* [Exercise objective] Please retype, unchanged, each line from the top of the material below through the line where "derivatives with respect" appears.

* [Input material]
-=-=-

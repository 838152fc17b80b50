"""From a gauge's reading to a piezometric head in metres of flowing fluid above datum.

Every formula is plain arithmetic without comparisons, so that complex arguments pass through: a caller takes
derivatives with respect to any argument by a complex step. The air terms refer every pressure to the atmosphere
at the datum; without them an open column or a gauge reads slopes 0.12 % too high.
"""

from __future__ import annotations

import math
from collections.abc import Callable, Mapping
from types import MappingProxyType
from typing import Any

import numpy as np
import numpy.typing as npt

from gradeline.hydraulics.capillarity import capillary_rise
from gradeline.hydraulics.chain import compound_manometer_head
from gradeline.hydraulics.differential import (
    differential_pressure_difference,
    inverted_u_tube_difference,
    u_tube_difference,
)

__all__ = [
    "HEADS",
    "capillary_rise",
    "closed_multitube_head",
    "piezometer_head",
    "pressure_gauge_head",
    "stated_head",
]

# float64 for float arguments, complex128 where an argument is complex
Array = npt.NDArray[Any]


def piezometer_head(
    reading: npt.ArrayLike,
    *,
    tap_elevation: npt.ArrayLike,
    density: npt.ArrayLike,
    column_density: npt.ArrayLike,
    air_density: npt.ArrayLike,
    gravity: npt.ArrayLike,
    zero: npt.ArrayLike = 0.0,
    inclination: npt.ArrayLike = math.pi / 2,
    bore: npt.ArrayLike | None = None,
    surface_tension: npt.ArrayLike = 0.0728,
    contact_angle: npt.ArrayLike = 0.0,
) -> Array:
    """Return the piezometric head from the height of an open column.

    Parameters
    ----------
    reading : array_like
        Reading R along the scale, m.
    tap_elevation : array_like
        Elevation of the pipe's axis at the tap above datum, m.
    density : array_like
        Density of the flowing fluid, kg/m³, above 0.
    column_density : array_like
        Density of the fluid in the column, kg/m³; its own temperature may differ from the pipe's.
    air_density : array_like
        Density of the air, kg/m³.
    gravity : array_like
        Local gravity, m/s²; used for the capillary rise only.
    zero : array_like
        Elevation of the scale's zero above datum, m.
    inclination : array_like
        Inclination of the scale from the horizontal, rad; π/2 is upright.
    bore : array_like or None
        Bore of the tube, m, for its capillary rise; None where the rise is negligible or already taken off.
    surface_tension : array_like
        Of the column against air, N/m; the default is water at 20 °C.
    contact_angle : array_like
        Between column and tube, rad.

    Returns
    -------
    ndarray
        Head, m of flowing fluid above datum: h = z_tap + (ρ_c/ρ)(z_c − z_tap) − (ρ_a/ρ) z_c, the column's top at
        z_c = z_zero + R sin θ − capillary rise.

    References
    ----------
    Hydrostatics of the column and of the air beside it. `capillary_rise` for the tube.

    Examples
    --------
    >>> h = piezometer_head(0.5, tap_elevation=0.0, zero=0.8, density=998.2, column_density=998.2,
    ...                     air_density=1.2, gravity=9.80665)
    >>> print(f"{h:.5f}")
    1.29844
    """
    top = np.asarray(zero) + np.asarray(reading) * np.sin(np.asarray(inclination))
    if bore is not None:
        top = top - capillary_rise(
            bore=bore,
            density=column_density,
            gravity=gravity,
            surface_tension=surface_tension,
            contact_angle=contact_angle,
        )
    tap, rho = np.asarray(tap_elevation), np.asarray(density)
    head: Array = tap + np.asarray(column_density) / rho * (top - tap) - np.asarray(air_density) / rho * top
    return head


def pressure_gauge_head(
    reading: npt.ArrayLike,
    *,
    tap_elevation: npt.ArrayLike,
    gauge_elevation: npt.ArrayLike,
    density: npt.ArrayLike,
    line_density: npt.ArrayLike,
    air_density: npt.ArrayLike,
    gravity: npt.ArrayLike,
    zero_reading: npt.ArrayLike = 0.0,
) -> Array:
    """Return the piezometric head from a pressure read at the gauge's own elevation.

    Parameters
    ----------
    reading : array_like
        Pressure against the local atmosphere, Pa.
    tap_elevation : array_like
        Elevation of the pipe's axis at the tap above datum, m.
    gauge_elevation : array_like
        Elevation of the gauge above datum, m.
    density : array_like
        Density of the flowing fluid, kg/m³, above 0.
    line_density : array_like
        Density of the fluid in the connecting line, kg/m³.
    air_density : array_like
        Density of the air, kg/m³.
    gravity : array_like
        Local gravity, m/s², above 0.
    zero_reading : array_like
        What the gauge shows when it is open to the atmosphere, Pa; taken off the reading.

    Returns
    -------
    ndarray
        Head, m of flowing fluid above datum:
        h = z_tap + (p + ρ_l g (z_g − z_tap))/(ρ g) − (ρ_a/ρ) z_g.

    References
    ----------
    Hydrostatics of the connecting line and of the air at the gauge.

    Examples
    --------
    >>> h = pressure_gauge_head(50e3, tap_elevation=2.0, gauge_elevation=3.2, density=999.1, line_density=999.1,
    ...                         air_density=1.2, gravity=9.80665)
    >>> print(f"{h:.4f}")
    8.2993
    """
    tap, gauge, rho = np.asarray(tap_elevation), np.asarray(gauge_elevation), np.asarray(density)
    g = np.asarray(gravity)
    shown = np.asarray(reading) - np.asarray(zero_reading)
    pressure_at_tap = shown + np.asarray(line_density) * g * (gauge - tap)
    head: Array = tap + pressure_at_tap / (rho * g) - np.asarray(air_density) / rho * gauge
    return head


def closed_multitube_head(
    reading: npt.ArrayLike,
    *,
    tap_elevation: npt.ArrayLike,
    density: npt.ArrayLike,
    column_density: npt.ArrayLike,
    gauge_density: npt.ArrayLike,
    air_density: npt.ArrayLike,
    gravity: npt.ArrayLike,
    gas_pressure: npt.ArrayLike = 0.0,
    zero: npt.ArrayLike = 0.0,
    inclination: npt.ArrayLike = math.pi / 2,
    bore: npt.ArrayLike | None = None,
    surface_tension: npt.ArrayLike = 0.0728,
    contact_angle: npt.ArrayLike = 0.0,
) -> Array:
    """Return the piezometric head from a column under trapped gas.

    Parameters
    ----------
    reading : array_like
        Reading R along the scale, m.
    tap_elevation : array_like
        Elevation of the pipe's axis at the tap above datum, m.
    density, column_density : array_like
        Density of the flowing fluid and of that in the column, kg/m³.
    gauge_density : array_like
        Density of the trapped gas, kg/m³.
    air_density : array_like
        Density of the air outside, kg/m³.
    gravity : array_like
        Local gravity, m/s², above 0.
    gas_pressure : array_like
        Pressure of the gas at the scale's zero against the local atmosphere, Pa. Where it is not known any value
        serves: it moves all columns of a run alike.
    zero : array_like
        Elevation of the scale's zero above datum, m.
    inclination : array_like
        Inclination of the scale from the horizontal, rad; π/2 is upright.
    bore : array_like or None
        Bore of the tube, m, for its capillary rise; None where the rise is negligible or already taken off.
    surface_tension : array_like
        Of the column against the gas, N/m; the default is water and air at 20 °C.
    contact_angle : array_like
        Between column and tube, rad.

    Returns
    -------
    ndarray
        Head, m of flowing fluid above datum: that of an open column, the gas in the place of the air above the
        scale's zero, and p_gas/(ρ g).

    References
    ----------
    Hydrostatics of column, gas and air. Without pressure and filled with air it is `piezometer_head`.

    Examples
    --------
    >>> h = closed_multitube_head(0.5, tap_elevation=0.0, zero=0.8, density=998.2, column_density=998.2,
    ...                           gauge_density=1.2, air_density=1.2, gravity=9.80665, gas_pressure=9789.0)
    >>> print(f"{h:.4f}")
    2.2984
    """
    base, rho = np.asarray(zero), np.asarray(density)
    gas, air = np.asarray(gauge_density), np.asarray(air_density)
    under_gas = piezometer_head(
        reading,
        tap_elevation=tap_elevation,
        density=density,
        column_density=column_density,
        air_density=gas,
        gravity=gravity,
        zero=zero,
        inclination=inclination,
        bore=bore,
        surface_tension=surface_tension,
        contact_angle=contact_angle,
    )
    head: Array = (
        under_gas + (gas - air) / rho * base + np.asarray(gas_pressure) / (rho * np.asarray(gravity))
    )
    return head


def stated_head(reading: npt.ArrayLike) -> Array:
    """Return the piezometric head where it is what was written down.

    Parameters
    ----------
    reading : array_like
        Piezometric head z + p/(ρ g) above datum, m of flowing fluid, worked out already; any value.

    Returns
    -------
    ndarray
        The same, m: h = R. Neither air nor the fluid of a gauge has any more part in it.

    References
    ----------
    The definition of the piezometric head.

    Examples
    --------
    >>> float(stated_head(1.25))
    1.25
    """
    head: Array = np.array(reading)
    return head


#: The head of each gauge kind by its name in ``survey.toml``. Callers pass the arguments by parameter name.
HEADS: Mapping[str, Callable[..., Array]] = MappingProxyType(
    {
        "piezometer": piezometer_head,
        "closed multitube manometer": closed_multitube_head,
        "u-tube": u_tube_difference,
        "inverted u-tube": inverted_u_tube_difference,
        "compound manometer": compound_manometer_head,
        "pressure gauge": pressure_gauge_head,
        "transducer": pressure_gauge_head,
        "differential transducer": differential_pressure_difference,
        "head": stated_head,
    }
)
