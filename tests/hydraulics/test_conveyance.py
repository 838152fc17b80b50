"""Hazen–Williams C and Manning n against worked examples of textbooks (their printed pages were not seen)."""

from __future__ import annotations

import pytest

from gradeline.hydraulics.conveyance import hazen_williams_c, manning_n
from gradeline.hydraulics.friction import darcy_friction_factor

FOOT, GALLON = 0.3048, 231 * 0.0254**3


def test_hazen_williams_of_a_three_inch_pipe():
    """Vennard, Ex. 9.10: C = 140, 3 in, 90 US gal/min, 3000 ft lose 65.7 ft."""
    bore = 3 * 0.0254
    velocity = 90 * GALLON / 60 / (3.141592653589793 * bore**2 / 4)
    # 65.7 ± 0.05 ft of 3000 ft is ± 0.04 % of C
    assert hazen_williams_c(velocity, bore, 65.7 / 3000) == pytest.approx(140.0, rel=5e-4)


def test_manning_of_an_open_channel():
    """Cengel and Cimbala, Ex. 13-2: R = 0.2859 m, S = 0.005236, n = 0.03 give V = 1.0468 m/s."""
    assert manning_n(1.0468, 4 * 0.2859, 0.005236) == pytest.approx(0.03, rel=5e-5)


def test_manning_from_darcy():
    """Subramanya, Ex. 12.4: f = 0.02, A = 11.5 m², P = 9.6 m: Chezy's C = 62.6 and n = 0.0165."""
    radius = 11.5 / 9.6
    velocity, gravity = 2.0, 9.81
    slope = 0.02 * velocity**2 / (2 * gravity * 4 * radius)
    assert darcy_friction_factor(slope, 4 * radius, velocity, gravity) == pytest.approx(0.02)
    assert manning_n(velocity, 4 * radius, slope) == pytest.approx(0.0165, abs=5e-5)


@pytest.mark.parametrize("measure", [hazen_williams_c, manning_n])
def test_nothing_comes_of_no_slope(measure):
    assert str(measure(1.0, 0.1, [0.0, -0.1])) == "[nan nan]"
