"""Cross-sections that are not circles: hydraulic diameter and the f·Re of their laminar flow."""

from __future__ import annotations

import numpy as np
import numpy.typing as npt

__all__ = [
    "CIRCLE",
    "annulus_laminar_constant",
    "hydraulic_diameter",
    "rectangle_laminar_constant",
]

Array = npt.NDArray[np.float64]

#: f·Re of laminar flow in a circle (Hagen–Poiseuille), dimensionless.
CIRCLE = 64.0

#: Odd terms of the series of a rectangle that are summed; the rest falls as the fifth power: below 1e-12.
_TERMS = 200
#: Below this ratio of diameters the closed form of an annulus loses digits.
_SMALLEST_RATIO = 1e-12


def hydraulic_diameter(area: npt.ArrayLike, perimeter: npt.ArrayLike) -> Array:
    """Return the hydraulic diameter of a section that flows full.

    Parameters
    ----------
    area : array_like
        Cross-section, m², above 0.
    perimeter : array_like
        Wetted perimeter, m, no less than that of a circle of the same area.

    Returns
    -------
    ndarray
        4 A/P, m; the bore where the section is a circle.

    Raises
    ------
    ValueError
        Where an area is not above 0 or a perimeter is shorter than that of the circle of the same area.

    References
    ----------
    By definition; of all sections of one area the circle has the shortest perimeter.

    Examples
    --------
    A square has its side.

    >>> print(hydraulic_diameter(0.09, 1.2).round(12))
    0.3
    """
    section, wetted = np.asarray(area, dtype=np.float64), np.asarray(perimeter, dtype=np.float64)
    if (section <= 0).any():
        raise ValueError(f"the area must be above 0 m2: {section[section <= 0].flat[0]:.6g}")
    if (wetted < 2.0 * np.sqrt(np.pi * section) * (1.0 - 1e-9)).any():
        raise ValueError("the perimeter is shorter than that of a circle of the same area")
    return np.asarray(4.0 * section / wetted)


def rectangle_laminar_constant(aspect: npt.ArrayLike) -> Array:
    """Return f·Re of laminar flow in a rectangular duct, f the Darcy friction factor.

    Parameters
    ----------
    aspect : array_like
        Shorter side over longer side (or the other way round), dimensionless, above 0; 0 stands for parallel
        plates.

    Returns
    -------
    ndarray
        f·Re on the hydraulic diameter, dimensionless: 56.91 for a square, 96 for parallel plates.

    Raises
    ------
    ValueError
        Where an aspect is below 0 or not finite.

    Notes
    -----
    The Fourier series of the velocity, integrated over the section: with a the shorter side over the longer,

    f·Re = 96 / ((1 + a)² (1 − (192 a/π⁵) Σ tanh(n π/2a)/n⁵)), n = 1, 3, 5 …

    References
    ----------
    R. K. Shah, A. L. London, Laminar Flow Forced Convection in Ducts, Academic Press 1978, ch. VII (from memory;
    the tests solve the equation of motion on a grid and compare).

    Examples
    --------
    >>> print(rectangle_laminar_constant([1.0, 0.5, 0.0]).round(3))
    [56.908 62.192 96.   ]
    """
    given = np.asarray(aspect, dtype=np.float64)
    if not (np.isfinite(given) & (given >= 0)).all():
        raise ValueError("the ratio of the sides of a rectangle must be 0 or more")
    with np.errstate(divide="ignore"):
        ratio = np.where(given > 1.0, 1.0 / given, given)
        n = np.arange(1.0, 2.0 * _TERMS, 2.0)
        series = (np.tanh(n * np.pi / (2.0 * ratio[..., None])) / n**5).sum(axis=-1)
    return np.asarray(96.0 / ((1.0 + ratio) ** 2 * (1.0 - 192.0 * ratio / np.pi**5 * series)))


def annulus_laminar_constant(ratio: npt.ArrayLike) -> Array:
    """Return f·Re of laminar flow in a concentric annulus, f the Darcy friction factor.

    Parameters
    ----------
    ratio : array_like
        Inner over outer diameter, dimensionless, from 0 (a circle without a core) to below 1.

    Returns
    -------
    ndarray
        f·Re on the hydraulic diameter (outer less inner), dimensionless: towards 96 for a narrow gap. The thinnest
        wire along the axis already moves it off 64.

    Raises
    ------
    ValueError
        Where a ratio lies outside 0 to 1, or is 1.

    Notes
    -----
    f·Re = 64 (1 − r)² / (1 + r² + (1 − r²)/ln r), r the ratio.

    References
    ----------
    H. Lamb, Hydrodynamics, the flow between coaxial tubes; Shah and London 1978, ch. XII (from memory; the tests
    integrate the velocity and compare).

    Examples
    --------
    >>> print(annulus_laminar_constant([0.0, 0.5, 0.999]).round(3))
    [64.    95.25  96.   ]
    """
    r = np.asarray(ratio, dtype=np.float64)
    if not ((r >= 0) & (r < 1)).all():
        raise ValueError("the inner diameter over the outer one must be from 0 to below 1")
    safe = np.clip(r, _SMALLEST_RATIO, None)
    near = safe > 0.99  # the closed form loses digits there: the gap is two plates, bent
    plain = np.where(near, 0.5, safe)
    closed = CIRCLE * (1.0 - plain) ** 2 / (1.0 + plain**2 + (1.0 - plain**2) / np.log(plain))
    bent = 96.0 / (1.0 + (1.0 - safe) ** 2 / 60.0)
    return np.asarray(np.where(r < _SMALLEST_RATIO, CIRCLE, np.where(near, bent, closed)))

-=-=-

* [Written solution]
repository 838152fc17b80b50
"""From a gauge's reading to a piezometric head in metres of flowing fluid above datum.

Every formula is plain arithmetic without comparisons, so that complex arguments pass through: a caller takes
derivatives with respect to any argument by a complex step. The air terms refer every pressure to the atmosphere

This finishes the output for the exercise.